Bitcoin Reserve is Not Enough to Make America the Crypto Capital, Says Jake Chervinsky

Jake Chervinsky, Chief Legal Officer at Variant and a prominent pro-crypto advocate, has responded to Trump’s executive order of March 6, 2025, which establishes a Strategic Bitcoin Reserve and ...
Bitcoin

Jake Chervinsky, Chief Legal Officer at Variant and a prominent pro-crypto advocate, has responded to Trump’s executive order of March 6, 2025, which establishes a Strategic Bitcoin Reserve and U.S. Digital Asset Stockpile. In an X-post, he applauds the move, but warns: this alone does not make the U.S. the “crypto capital of the world.” What is still missing according to him?

The Order and Chervinsky’s Criticism

The executive order, announced by David Sacks and explained by Scott Bessent, starts the reserve with 200,000 seized BTC ($17.9B at $89,652.30) and a stockpile of forfeited altcoins (ETH, XRP, SOL, ADA?), without new purchases unless “budget-neutral.” Chervinsky praises this: “A BTC reserve and digital asset stockpile are great.” But he adds: “Neither of these is sufficient on its own.”

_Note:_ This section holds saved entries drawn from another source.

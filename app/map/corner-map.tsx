import { useMemo, useState } from 'react'
import type { Ground } from '~/book/kinds'
import {
  type CornerMapWords,
  type CornerReading,
  type CornerScene,
  cornerGround,
  cornerLabels,
  cornerReading,
  DETAIL,
} from '~/draw/corner-map'
import { mapFurniture } from '~/draw/furniture'
import { placedMarks } from '~/draw/map-marks'
import type { Projection } from '~/draw/projection'
import type { LngLat, Station } from '~/track/units'
import { MapFrame, type MapFrameWords } from './map-frame'
import { labelRoom, useMapView } from './map-view'
import { type MarkHandlers, MarkHandles } from './mark-handles'
import { FixedLayer, SheetLayer } from './sheet-layer'

export interface CornerMapProps extends MarkHandlers {
  scene: CornerScene
  reading: CornerReading
  /** The view it begins with: that of the still picture. */
  projection: Projection
  words: CornerMapWords &
    MapFrameWords & {
      /** Figure of a place while it is dragged: "131 before". */
      figure: (at: Station) => string
    }
  movable: (mark: string, ground: Ground) => boolean
  /** Left out where nothing may be added. */
  onAdd?: ((at: LngLat) => void) | undefined
  onReady?: (() => void) | undefined
}

/** One corner on a map to move, tap and drag on. */
export function CornerMap(props: CornerMapProps) {
  const { scene, projection, words, onAdd, onReady } = props
  const { plane } = scene.road.frame.centreline
  return (
    <MapFrame {...{ plane, words, onReady }} home={projection} onTap={onAdd}>
      <CornerLayers {...props} />
    </MapFrame>
  )
}

interface Dragged {
  mark: string
  ground: Ground
  to: LngLat
}

function CornerLayers({ scene, reading, words, movable, onSelect, onMove, onNudge }: CornerMapProps) {
  const { road } = scene
  const { plane } = road.frame.centreline
  const view = useMapView(plane, DETAIL)
  const { window, sheet } = view
  const [dragged, setDragged] = useState<Dragged | null>(null)
  const { show, reader, selected } = reading
  const shown = useMemo(
    () => (dragged ? withDragged(scene, reading, dragged, words.figure) : reading),
    [scene, reading, dragged, words],
  )
  const ground = useMemo(() => cornerGround(scene, show, sheet, reader), [scene, show, sheet, reader])
  const furniture = useMemo(() => mapFurniture(window, words, reader), [window, words, reader])
  const read = useMemo(() => {
    const room = labelRoom(view, furniture.boxes)
    return [...cornerReading(scene, shown, sheet), ...cornerLabels(scene, shown, sheet, room.boxes, room.sheet)]
  }, [scene, shown, sheet, view, furniture])
  const placed = useMemo(() => placedMarks(reading.marks, show, road, sheet), [reading.marks, show, road, sheet])
  const drop = (mark: string, of: Ground, to: LngLat) => {
    setDragged(null)
    onMove(mark, of, to)
  }
  return (
    <>
      <SheetLayer plane={plane} projection={sheet} shapes={ground} />
      <SheetLayer plane={plane} projection={sheet} shapes={read} />
      <MarkHandles
        {...{ placed, road, selected, movable, onSelect, onNudge }}
        mirror={scene.direction === 'left'}
        onDrag={(mark, of, to) => setDragged({ mark, ground: of, to })}
        onMove={drop}
      />
      <FixedLayer projection={window} shapes={furniture.shapes} />
    </>
  )
}

/** The reading with the place in the hand where the hand has it, so that its label and its tether go along. */
function withDragged(
  { road }: CornerScene,
  reading: CornerReading,
  { mark: id, ground, to }: Dragged,
  figure: (at: Station) => string,
): CornerReading {
  const marks = reading.marks.map((mark) => {
    const place = mark[ground]
    if (mark.id !== id || !place) return mark
    const at = road.frame.locate(to, place.station)
    return { ...mark, [ground]: { ...place, ...at, figure: figure(at.station) } }
  })
  return { ...reading, marks }
}
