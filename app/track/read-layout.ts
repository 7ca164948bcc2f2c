import { readCsv } from '~/track/read/csv'
import { readGeoJson } from '~/track/read/geojson'
import { GpxReader, gpxNamespaces } from '~/track/read/gpx'
import { joinPieces, type Piece } from '~/track/read/join'
import { judge } from '~/track/read/judge'
import { KmlReader, kmlNamespaces } from '~/track/read/kml'
import { chooseLap, type Lap } from '~/track/read/laps'
import { type Content, type HeightDatum, Points, type Reading } from '~/track/read/points'
import { count, nameFile, type Problem, problem } from '~/track/read/problems'
import { type Format, formatWords, type OpenedFile, openFile } from '~/track/read/text'
import { walkXml } from '~/track/read/xml'
import { type LngLat, type Metres, metres, type Position } from '~/track/units'

export type { Piece } from '~/track/read/join'
export type { Lap } from '~/track/read/laps'
export type { HeightDatum } from '~/track/read/points'
export type { Problem, Remedy } from '~/track/read/problems'
export { largestFile } from '~/track/read/text'

/** Road from the line to its right and left edge in metres, in the order the file draws. */
export interface RoadWidth {
  readonly right: Metres
  readonly left: Metres
}

/** A circuit's line as a file gives it. */
export interface Layout {
  readonly name?: string
  /** A ring in the order the file draws, the first position not repeated at the end. Heights in metres where the file has them. */
  readonly positions: readonly Position[]
  /** One for each position, where the file has them. */
  readonly widths?: readonly RoadWidth[]
  /** What the heights are measured from, where the format says so. */
  readonly heightDatum?: HeightDatum
}

/** What a file offers to choose from; the choice goes back in as an option. */
export interface Offers {
  /** Laps of a trace, in the order driven, and the number of the one taken. */
  readonly laps?: readonly Lap[]
  readonly lapTaken?: number
  /** Pieces of a drawing, in the file's order. */
  readonly pieces?: readonly Piece[]
}

export type LayoutReading =
  | ({
      readonly ok: true
      readonly format: Format
      readonly layout: Layout
      readonly warnings: readonly Problem[]
    } & Offers)
  | ({ readonly ok: false; readonly problems: readonly Problem[] } & Offers)

/** Remedies that a person has chosen. */
export interface ReadOptions {
  /** Where on the globe the point x = 0, y = 0 of a file in metres lies; x goes east, y north. */
  readonly anchor?: LngLat
  /** Number of the lap to take, from 1. */
  readonly lap?: number
  /** Numbers of the pieces to join, from 1. */
  readonly pieces?: readonly number[]
  /** Whether to close a gap of 60 m or more with a straight. */
  readonly close?: boolean
}

/**
 * Reads the line of a circuit from the bytes of a GeoJSON, GPX, KML or CSV file. Any bytes end in an answer: a layout with
 * warnings of what was repaired or left out, or the problems that stand in the way, each naming the file, the place and
 * the remedy. A file holds at most 20 MB and 1,000,000 positions; a line of more than 20,000 is thinned to one position
 * each half metre. Nothing is thrown.
 */
export function readLayout(bytes: Uint8Array, fileName: string, options: ReadOptions = {}): LayoutReading {
  const opened = openFile(bytes, fileName)
  if ('code' in opened) return refused(fileName, [opened])
  const { format, reading } = readContent(opened, options)
  if (!reading.ok) return refused(fileName, reading.problems)
  const chosen = chooseLine(reading.content, options)
  if ('code' in chosen) return refused(fileName, [chosen])
  const judged = judge(chosen.points, { isLap: chosen.isLap, close: options.close ?? false })
  if (!judged.ok) return refused(fileName, judged.problems, chosen.offers)
  const name = chosen.name ?? reading.content.name
  return {
    ok: true,
    format,
    layout: layoutOf(judged.points, name, reading.content.heightDatum),
    warnings: [...opened.warnings, ...reading.warnings, ...chosen.warnings, ...judged.warnings].map((warning) =>
      nameFile(fileName, warning),
    ),
    ...chosen.offers,
  }
}

function refused(fileName: string, problems: readonly Problem[], offers: Offers = {}): LayoutReading {
  return { ok: false, problems: problems.map((found) => nameFile(fileName, found)), ...offers }
}

function readContent(file: OpenedFile, options: ReadOptions): { format: Format; reading: Reading } {
  if (file.family === 'xml') return readXml(file)
  const text = file.decoder.decode(file.body)
  if (file.family === 'json') return { format: 'geojson', reading: readGeoJson(text) }
  return { format: 'csv', reading: readCsv(text, options.anchor) }
}

/** GPX or KML, as the root element says. */
function readXml(file: OpenedFile): { format: Format; reading: Reading } {
  let format: Format = file.promised ?? 'gpx'
  let reader: GpxReader | KmlReader | undefined
  const found = walkXml(file.body, file.decoder, [...gpxNamespaces, ...kmlNamespaces], (root, place) => {
    if (root !== 'gpx' && root !== 'kml') return notTheRoot(root, file.promised)
    if (file.promised && root !== file.promised) {
      const says = `The name says ${formatWords[file.promised]}, but the file holds ${formatWords[root]}. Give it the ending .${root}.`
      return problem('not-the-format', says)
    }
    format = root
    reader = root === 'gpx' ? new GpxReader(place, file.body.length) : new KmlReader(place, file.body.length)
    return reader
  })
  if (found || !reader) return { format, reading: { ok: false, problems: found ? [found] : [] } }
  return { format, reading: reader.result() }
}

function notTheRoot(root: string, promised: Format | undefined): Problem {
  const holds = root.toLowerCase() === 'html' ? 'a web page' : `an XML document of another kind, “${root.slice(0, 40)}”`
  const says = promised
    ? `The name says ${formatWords[promised]}, but the file holds ${holds}. Save it again from where it came.`
    : `The file holds ${holds}. A circuit comes as GeoJSON, GPX, KML or CSV.`
  return problem('not-the-format', says)
}

/** Most pieces, or stretches of a trace, that a line may come in. */
const mostPieces = 5000

interface ChosenLine {
  readonly points: Points
  readonly name?: string
  readonly isLap: boolean
  readonly offers: Offers
  readonly warnings: readonly Problem[]
}

/** One line of a file's content: a lap of a trace, or the pieces of a drawing joined. */
function chooseLine(content: Content, options: ReadOptions): ChosenLine | Problem {
  if (content.lines.length > mostPieces) {
    const says = `The line comes in ${count(content.lines.length)} pieces; at most ${count(mostPieces)} are read. Save the circuit's line alone.`
    return problem('too-many-pieces', says)
  }
  const lap = content.kind === 'trace' ? chooseLap(content, options.lap) : undefined
  if (lap && 'code' in lap) return lap
  if (!lap) {
    const joined = joinPieces(content, options.pieces)
    if ('code' in joined) return joined
    const { points, name, pieces, warnings } = joined
    return { points, ...(name && { name }), isLap: false, offers: pieces ? { pieces } : {}, warnings }
  }
  const points = new Points(lap.end - lap.start, content.points.hasWidths)
  for (let i = lap.start; i < lap.end; i++) points.copy(content.points, i)
  const offers = lap.laps ? { laps: lap.laps, lapTaken: lap.lapTaken! } : {}
  return { points, ...(lap.name && { name: lap.name }), isLap: lap.isLap, offers, warnings: lap.warnings }
}

function layoutOf(points: Points, name: string | undefined, heightDatum: HeightDatum | undefined): Layout {
  const { lon, lat, height, right, left, length } = points
  const positions: Position[] = []
  const widths: RoadWidth[] = []
  let heights = 0
  for (let i = 0; i < length; i++) {
    const hasHeight = !Number.isNaN(height[i]!)
    if (hasHeight) heights++
    positions.push(hasHeight ? [lon[i]!, lat[i]!, height[i]!] : [lon[i]!, lat[i]!])
    if (points.hasWidths) widths.push({ right: metres(right[i]!), left: metres(left[i]!) })
  }
  return {
    ...(name && { name }),
    positions,
    ...(points.hasWidths && { widths }),
    ...(heights > 0 && heightDatum && { heightDatum }),
  }
}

For him, “crypto capital” does not mean owning the most crypto wealth, but leading in innovation, jobs, influence, and economic activity. “The government needs to support businesses, not just assets,” he says. The reserve is symbolically strong – a “digital Fort Knox” – but without a policy that unleashes entrepreneurs, the U.S. lags behind.

What is missing?

Chervinsky advocates for “clear and sustainable rules”:

  1. Stablecoin legislation: A framework to regulate dollar-pegged tokens, such as Tether’s USDT ($142B market cap).
  2. Market structure legislation: Rules for exchanges and trading, à la MiCA in the EU.
  3. Securities safe harbor: Protection for token issuance, so startups can launch without SEC fear (think Ripple’s XRP battle).
  4. Bank access: Stop “debanking” (Operation Choke Point 2.0), so crypto companies can hold accounts.
  5. Developer protection: Immunity for non-custodial software makers (e.g., wallet developers) against liability.

“Entrepreneurs need to be able to build with certainty, without rules flipping with new leadership,” he says. The SEC’s recent leniency (dropping cases against Coinbase, Kraken) and the summit are steps, but too fragmented.

Netherlands as Crypto Capital

According to a new study by LegalBison, a law firm specializing in crypto licenses, the Netherlands is the most crypto-obsessed country in the world. With 5,593 monthly searches per 100,000 inhabitants for terms like “Bitcoin,” “Dogecoin,” and “Cryptocurrency,” the Netherlands leaves the competition far behind. Perhaps the United States can learn something from our small frog country?

Outlook

The reserve is a start – 200K BTC legitimizes, as Bitwise’s Rasmussen says: “Fear of prohibition is zero.” But Chervinsky’s five priorities are crucial for dominance. The summit can tease legislation – stablecoins and bank access are achievable – but without Congress, it remains limited. A real “capital” status requires more than a reserve. Trump’s EO is a foundation, not a finish line!